4. An EventGrid topic is created to push an message in Storage Queue when a new blob is created in storage. This step is required to automatically invoke SnowPipe every time a new JSON blob becomes available in external stage

Querying Snowflake.AccountUsage.Pipe_Usage_History view, provides logs of SnowPipe execution

Creation of Automated SnowPipe requires some setup steps 1st in Snowflake and then with the cloud provider.
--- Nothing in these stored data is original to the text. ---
"""Mergeable accumulators and their error bars.

One realization is one independent sample. What is averaged linearly keeps sums and sums of
squares; what enters a ratio or a product of averages keeps sums over blocks of realizations,
for the jackknife. Both take constant memory however many realizations come, and give the same
bits whenever the realizations are added in the same order.
"""

from collections.abc import Callable, Iterator, Mapping
from dataclasses import dataclass
from typing import NamedTuple

import numpy as np

from solver.experiment import Ensemble
from solver.grid import Grid, Real

Arrays = Mapping[str, np.ndarray]

MOST_BLOCKS = 128
"""Blocks kept for the jackknife; neighbours are merged in pairs when there would be more."""
FEWEST_CONTROLLED = 8
"""Blocks from which on a control is worth the degrees of freedom it costs."""
CONTRAST_BINS = 50
DURATION_BINS = 50
MOST_LAGS = 400
MOST_FREQUENCIES = 1024


CORRELATIONS = ("auto1", "auto2", "sum", "cross")
SPECTRA = ("input1", "input2", "output1", "output2")
ESTIMATES: dict[str, str] = {
    "distance": "1",
    **dict.fromkeys(CORRELATIONS, "1"),
    "moment_cross": "1",
    **dict.fromkeys(SPECTRA, "W/GHz"),
    "contrast": "1",
    "durations": "1/ps",
    "walls_per_ns": "1/ns",
    "mean_duration_ps": "ps",
    "powers": "W",
}
"""Names of all estimates and their units.

distance: C12(0) at each recorded distance; auto1, auto2, sum, cross: normalized intensity
covariances against signed lag; moment_cross: ⟨I1 I2⟩/(⟨I1⟩⟨I2⟩) at lag 0; input and output
spectra; contrast, durations: probability densities; powers: launched 1, 2, arriving 1, 2.
"""
TINY = float(np.finfo(np.float64).tiny)
"""Stands for zero under a division whose numerator is zero too."""


class Estimate(NamedTuple):
    """Values and their standard errors, arrays of one shape."""

    value: Real
    standard_error: Real


@dataclass(frozen=True)
class Control:
    """Quantities whose expectation is known: a function of the feature means, shape (..., n),
    and what it tends to, shape (n,)."""

    function: Callable[[Real], Real]
    expected: Real


class Blocks:
    """Sums of feature vectors over blocks of consecutive realizations."""

    def __init__(self, features: int) -> None:
        self.sums = np.zeros((0, features))
        self.counts = np.zeros(0, dtype=np.int64)
        self.capacity = 1

    @property
    def realizations(self) -> int:
        """Realizations added so far."""
        return int(self.counts.sum())

    def add(self, rows: Real) -> None:
        """Add the features of further realizations, shape (realizations, features), in order."""
        for row in rows:
            if len(self.counts) and self.counts[-1] < self.capacity:
                self.sums[-1] += row
                self.counts[-1] += 1
                continue
            if len(self.counts) == MOST_BLOCKS:
                self.sums = self.sums[0::2] + self.sums[1::2]
                self.counts = self.counts[0::2] + self.counts[1::2]
                self.capacity *= 2
            self.sums = np.concatenate([self.sums, row[None]])
            self.counts = np.append(self.counts, 1)

    def estimate(
        self, function: Callable[[Real], Real], control: "Control | None" = None
    ) -> Estimate:
        """A function of the feature means and its standard error.

        ``function`` maps means of shape (..., features) to values of shape (..., n). The error
        is the delete-a-group jackknife for groups of unequal size (Busing, Meijer and
        van der Leeden, Statistics and Computing 9, 3, 1999, eqs 5 and 6); nan below two blocks.

        With a control, what chance did to quantities whose expectation is known is taken out of
        the values: the regression on control variates (Lavenberg and Welch, Management Science
        27, 322, 1981), done on the pseudo-values. The jackknife then leaves groups out of the
        regression too, by their leverages (Miller, Ann. Statist. 2, 880, 1974).
        """
        total, n = self.sums.sum(axis=0), self.counts.sum()
        value = function(total / n)
        groups = len(self.counts)
        if groups < 2:
            return Estimate(value, np.full_like(value, np.nan))
        left_out = (total - self.sums) / (n - self.counts)[:, None]
        deviations = self._deviations(value, function(left_out))
        if control is not None and groups >= FEWEST_CONTROLLED:
            known = control.function(total / n)
            regressors = self._deviations(known, control.function(left_out))
            # Controls that chance leaves alone, or that go together, have no say of their own.
            inverse = np.linalg.pinv(regressors.T @ regressors, rcond=1e-9, hermitian=True)
            factors = inverse @ regressors.T @ deviations
            missed = control.expected - known
            value = value + missed @ factors
            leverage = np.sum(regressors @ inverse * regressors, axis=1)
            reach = regressors @ inverse @ missed * groups / np.sqrt(groups - 1)
            weight = (1.0 + reach) / np.maximum(1.0 - leverage * groups / (groups - 1), 1e-3)
            deviations = (deviations - regressors @ factors) * weight[:, None]
        return Estimate(value, np.sqrt(np.mean(deviations**2, axis=0)))

    def _deviations(self, value: Real, left_out: Real) -> Real:
        """Pseudo-values less their centre, scaled so that their mean square is the variance."""
        h = (self.counts.sum() / self.counts)[:, None]
        pseudo = h * value - (h - 1.0) * left_out
        centre = len(h) * value - np.sum((1.0 - 1.0 / h) * left_out, axis=0)
        return np.asarray((pseudo - centre) / np.sqrt(h - 1.0))

    def arrays(self) -> dict[str, np.ndarray]:
        """Everything needed to go on later; copies, which later realizations do not change."""
        capacity = np.array(self.capacity)
        return {"sums": self.sums.copy(), "counts": self.counts.copy(), "capacity": capacity}

    @classmethod
    def from_arrays(cls, arrays: Arrays) -> "Blocks":
        """Inverse of :meth:`arrays`."""
        made = cls(arrays["sums"].shape[1])
        made.sums, made.counts = np.array(arrays["sums"]), np.array(arrays["counts"])
        made.capacity = int(arrays["capacity"])
        return made


class Means:
    """Count, sum and sum of squares of feature vectors that are averaged linearly."""

    def __init__(self, features: int) -> None:
        self.count = 0
        self.sums = np.zeros((2, features))

    def add(self, count: int, sums: Real) -> None:
        """Add the sums and sums of squares, shape (2, features), of ``count`` realizations."""
        self.count += count
        self.sums += sums

    def estimate(self) -> Estimate:
        """Means and their standard errors; nan below two realizations."""
        mean = self.sums[0] / self.count
        if self.count < 2:
            return Estimate(mean, np.full_like(mean, np.nan))
        variance = np.maximum(self.sums[1] / self.count - mean**2, 0.0)
        return Estimate(mean, np.sqrt(variance / (self.count - 1)))

    def arrays(self) -> dict[str, np.ndarray]:
        """Everything needed to go on later; copies, which later realizations do not change."""
        return {"count": np.array(self.count), "sums": self.sums.copy()}

    @classmethod
    def from_arrays(cls, arrays: Arrays) -> "Means":
        """Inverse of :meth:`arrays`."""
        made = cls(arrays["sums"].shape[1])
        made.add(int(arrays["count"]), arrays["sums"])
        return made


def sums_and_squares(rows: Real) -> Real:
    """Sums and sums of squares over realizations, for :meth:`Means.add`."""
    return np.stack([rows.sum(axis=0), (rows**2).sum(axis=0)])


@dataclass(frozen=True)
class Layout:
    """Axes of the estimators of an experiment, and where each stands in the feature vectors.

    The axes belong to the grid that was asked for; a point computed on a finer time step of
    the same window reports on the same axes.
    """

    grid: Grid
    distances: int
    lag_stride: int
    lags: int
    frequency_bins: int
    wall_smoothing_ps: float
    longest_duration_ps: float

    @classmethod
    def of(cls, ensemble: Ensemble) -> "Layout":
        """The layout that an ensemble's grid and lag range ask for."""
        steps = max(1, round(ensemble.max_lag_ps / ensemble.time_step_ps))
        stride = -(-steps // MOST_LAGS)
        return cls(
            grid=Grid(ensemble.samples, ensemble.time_step_ps),
            distances=ensemble.distances + 1,
            lag_stride=stride,
            lags=steps // stride,
            frequency_bins=min(MOST_FREQUENCIES, ensemble.samples),
            wall_smoothing_ps=ensemble.wall_smoothing_ps,
            longest_duration_ps=ensemble.max_lag_ps,
        )

    @property
    def lag_ps(self) -> Real:
        """Signed lags, ps; shape (2·lags + 1,)."""
        return np.arange(-self.lags, self.lags + 1) * self.lag_stride * self.grid.time_step_ps

    @property
    def offset_ghz(self) -> Real:
        """Centres of the frequency bins, optical offset from the carrier, GHz."""
        return np.asarray(self.grid.offset_ghz.reshape(self.frequency_bins, -1).mean(axis=1))

    @property
    def contrast(self) -> Real:
        """Centres of the contrast bins."""
        return (np.arange(CONTRAST_BINS) + 0.5) * 2.0 / CONTRAST_BINS - 1.0

    @property
    def duration_ps(self) -> Real:
        """Centres of the duration bins, ps."""
        return (np.arange(DURATION_BINS) + 0.5) * self.longest_duration_ps / DURATION_BINS

    @property
    def block_features(self) -> int:
        """Length of a realization's vector in :class:`Blocks`."""
        return 5 * self.distances + 4 * self.lags + 3 + 1 + DURATION_BINS

    @property
    def mean_features(self) -> int:
        """Length of a realization's vector in :class:`Means`."""
        return 4 + CONTRAST_BINS + 4 * self.frequency_bins


def central(means: Real) -> Real:
    """C12(0), covariance normalization, from means of I1, I2, I1², I2², I1·I2 (last axis)."""
    m1, m2, m11, m22, m12 = np.moveaxis(means, -1, 0)
    variance = np.maximum((m11 - m1**2) * (m22 - m2**2), TINY)
    return np.asarray((m12 - m1 * m2) / np.sqrt(variance))


def launch_control(launched: float) -> Control:
    """C12(0) of the same realizations at the launch, for features that begin with its moments.

    launched: its expectation, exact by the Gaussian moment theorem.
    """
    return Control(lambda means: central(means[..., :5])[..., None], np.array([launched]))


def last_central(layout: Layout, blocks: Blocks, launched: float) -> Estimate:
    """C12(0) at the end of the line; shape (1,)."""
    last = slice(5 * (layout.distances - 1), 5 * layout.distances)
    return blocks.estimate(
        lambda means: central(means[..., last])[..., None], launch_control(launched)
    )


class Estimators(Mapping[str, Estimate]):
    """Every estimate of one point of a study by name, worked out when it is first asked for.

    launched: expectation of C12(0) at the launch, against which that along the line is controlled.
    A snapshot: accumulators that go on growing do not change it. The names and their units
    are those of :data:`ESTIMATES`.
    """

    def __init__(self, layout: Layout, blocks: Blocks, means: Means, launched: float) -> None:
        self.layout = layout
        self._launched = launched
        self._blocks = Blocks.from_arrays(blocks.arrays())
        self._linear = means.estimate()
        self._known: dict[str, Estimate] = {}
        self._walls_at = layout.block_features - DURATION_BINS - 1

    def __iter__(self) -> Iterator[str]:
        return iter(ESTIMATES)

    def __len__(self) -> int:
        return len(ESTIMATES)

    def __getitem__(self, name: str) -> Estimate:
        if name not in ESTIMATES:
            raise KeyError(name)
        if name not in self._known:
            if name in CORRELATIONS:
                self._known |= self._correlations()
            else:
                self._known[name] = self._work_out(name)
        return self._known[name]

    def _work_out(self, name: str) -> Estimate:
        match name:
            case "distance":
                return self._blocks.estimate(
                    lambda means: central(self._moments(means)), launch_control(self._launched)
                )
            case "moment_cross":
                return self._blocks.estimate(self._moment_cross)
            case "walls_per_ns":
                window_ns = self.layout.grid.window_ps / 1e3
                at = self._walls_at
                return self._blocks.estimate(lambda means: means[..., at : at + 1] / window_ns)
            case "mean_duration_ps":
                return self._mean_duration()
            case "durations":
                return self._blocks.estimate(self._durations)
            case "powers":
                return self._slice(0, 4)
            case "contrast":
                return self._slice(4, CONTRAST_BINS)
            case _:
                bins = self.layout.frequency_bins
                return self._slice(4 + CONTRAST_BINS + SPECTRA.index(name) * bins, bins)

    def _slice(self, start: int, length: int) -> Estimate:
        value, error = self._linear
        return Estimate(value[start : start + length], error[start : start + length])

    def _moments(self, means: Real) -> Real:
        d = self.layout.distances
        return means[..., : 5 * d].reshape(*means.shape[:-1], d, 5)

    def _moment_cross(self, means: Real) -> Real:
        last = self._moments(means)[..., -1, :]
        product = np.maximum(last[..., 0] * last[..., 1], TINY)
        return np.asarray(last[..., 4] / product)[..., None]

    def _correlations(self) -> dict[str, Estimate]:
        n = self.layout.lags
        start = 5 * self.layout.distances

        def curves(means: Real) -> Real:
            last = self._moments(means)[..., -1, :]
            m1, m2 = last[..., 0:1], last[..., 1:2]
            raw = means[..., start : start + 4 * n + 3]
            half1, half2 = raw[..., : n + 1] - m1**2, raw[..., n + 1 : 2 * n + 2] - m2**2
            cross = raw[..., 2 * n + 2 :] - m1 * m2
            auto1 = np.concatenate([half1[..., :0:-1], half1], axis=-1)
            auto2 = np.concatenate([half2[..., :0:-1], half2], axis=-1)
            total = auto1 + auto2 + cross + cross[..., ::-1]
            v1, v2 = np.maximum(half1[..., :1], TINY), np.maximum(half2[..., :1], TINY)
            v_total = np.maximum(total[..., n : n + 1], TINY)
            parts = [auto1 / v1, auto2 / v2, total / v_total, cross / np.sqrt(v1 * v2)]
            return np.concatenate(parts, axis=-1)

        value, error = (np.split(array, 4) for array in self._blocks.estimate(curves))
        return {name: Estimate(v, e) for name, v, e in zip(CORRELATIONS, value, error, strict=True)}

    def _mean_duration(self) -> Estimate:
        at, window = self._walls_at, self.layout.grid.window_ps
        if not self._blocks.sums[:, at].any():
            return Estimate(np.array([np.inf]), np.array([np.nan]))
        return self._blocks.estimate(lambda m: window / np.maximum(m[..., at : at + 1], TINY))

    def _durations(self, means: Real) -> Real:
        width = self.layout.longest_duration_ps / DURATION_BINS
        count = np.maximum(means[..., self._walls_at : self._walls_at + 1], TINY)
        return np.asarray(means[..., self._walls_at + 1 :] / (count * width))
create notification integration VMS_AZURE_QUEUE_INTEGRATION
enabled = true
type = queue
notification_provider = azure_storage_queue
azure_storage_queue_primary_uri = ‘https://<storage account>.queue.core.windows.net/<queue name>
azure_tenant_id = ‘<Tenant ID>’;

//Run DESC command to get AZURE_CONCENT_URL to authenticate Snowflake account. While you do that, you will also need to go to Azure Portal > Storage Account > Queue > Access Control (IAM) > Add Role Assignments to allow new Snowflake account access to “Storage Queue Data Contributor” role.
desc notification integration VMS_AZURE_QUEUE_INTEGRATION;

CREATE STORAGE INTEGRATION VMS_AZURE_BLOB_INTEGRATION
TYPE = EXTERNAL_STAGE
STORAGE_PROVIDER = AZURE
ENABLED = TRUE
AZURE_TENANT_ID = ‘<Tenant ID>’
STORAGE_ALLOWED_LOCATIONS = (‘azure://<storage account>.blob.core.windows.net/<storage container name>/’);

//Run DESC command to get AZURE_CONCENT_URL to authenticate Snowflake account. While you do that, you will also need to go to Azure Portal > Storage Account > Container > Access Control (IAM) > Add Role Assignments to allow new Snowflake account access to “Storage Blob Data Contributor” role.
desc storage integration VMS_AZURE_BLOB_INTEGRATION;

Create STAGE “VMS”.”PUBLIC”.”VMS_AZURE_STAGE”
STORAGE_INTEGRATION = VMS_AZURE_BLOB_INTEGRATION
URL = ‘azure://<storage account>.blob.core.windows.net/<storage container name>’
COMMENT = ‘Stage location for incoming JSON files from LogicApp’;


create or replace pipe VMS_AZURE_BLOB_PIPE
auto_ingest=true
integration=’VMS_AZURE_QUEUE_INTEGRATION’
comment=’AUTOMATED PIPE’ as COPY INTO “VMS”.”PUBLIC”.”VMS_AZURE_BLOB_LZ1" FROM @”VMS”.”PUBLIC”.”VMS_AZURE_STAGE” FILE_FORMAT = ( FORMAT_NAME = “VMS”.”PUBLIC”.”VMS_JSON_FORMAT”);

Once configured, SnowPipes ran without any hiccups as soon as new files were created in Blob storage. Benefit of using SnowPipe are big cost savings while loading data as compared to manual load using SnowSql. SnowPipe uses server-less concept and does need need our warehouse to be running.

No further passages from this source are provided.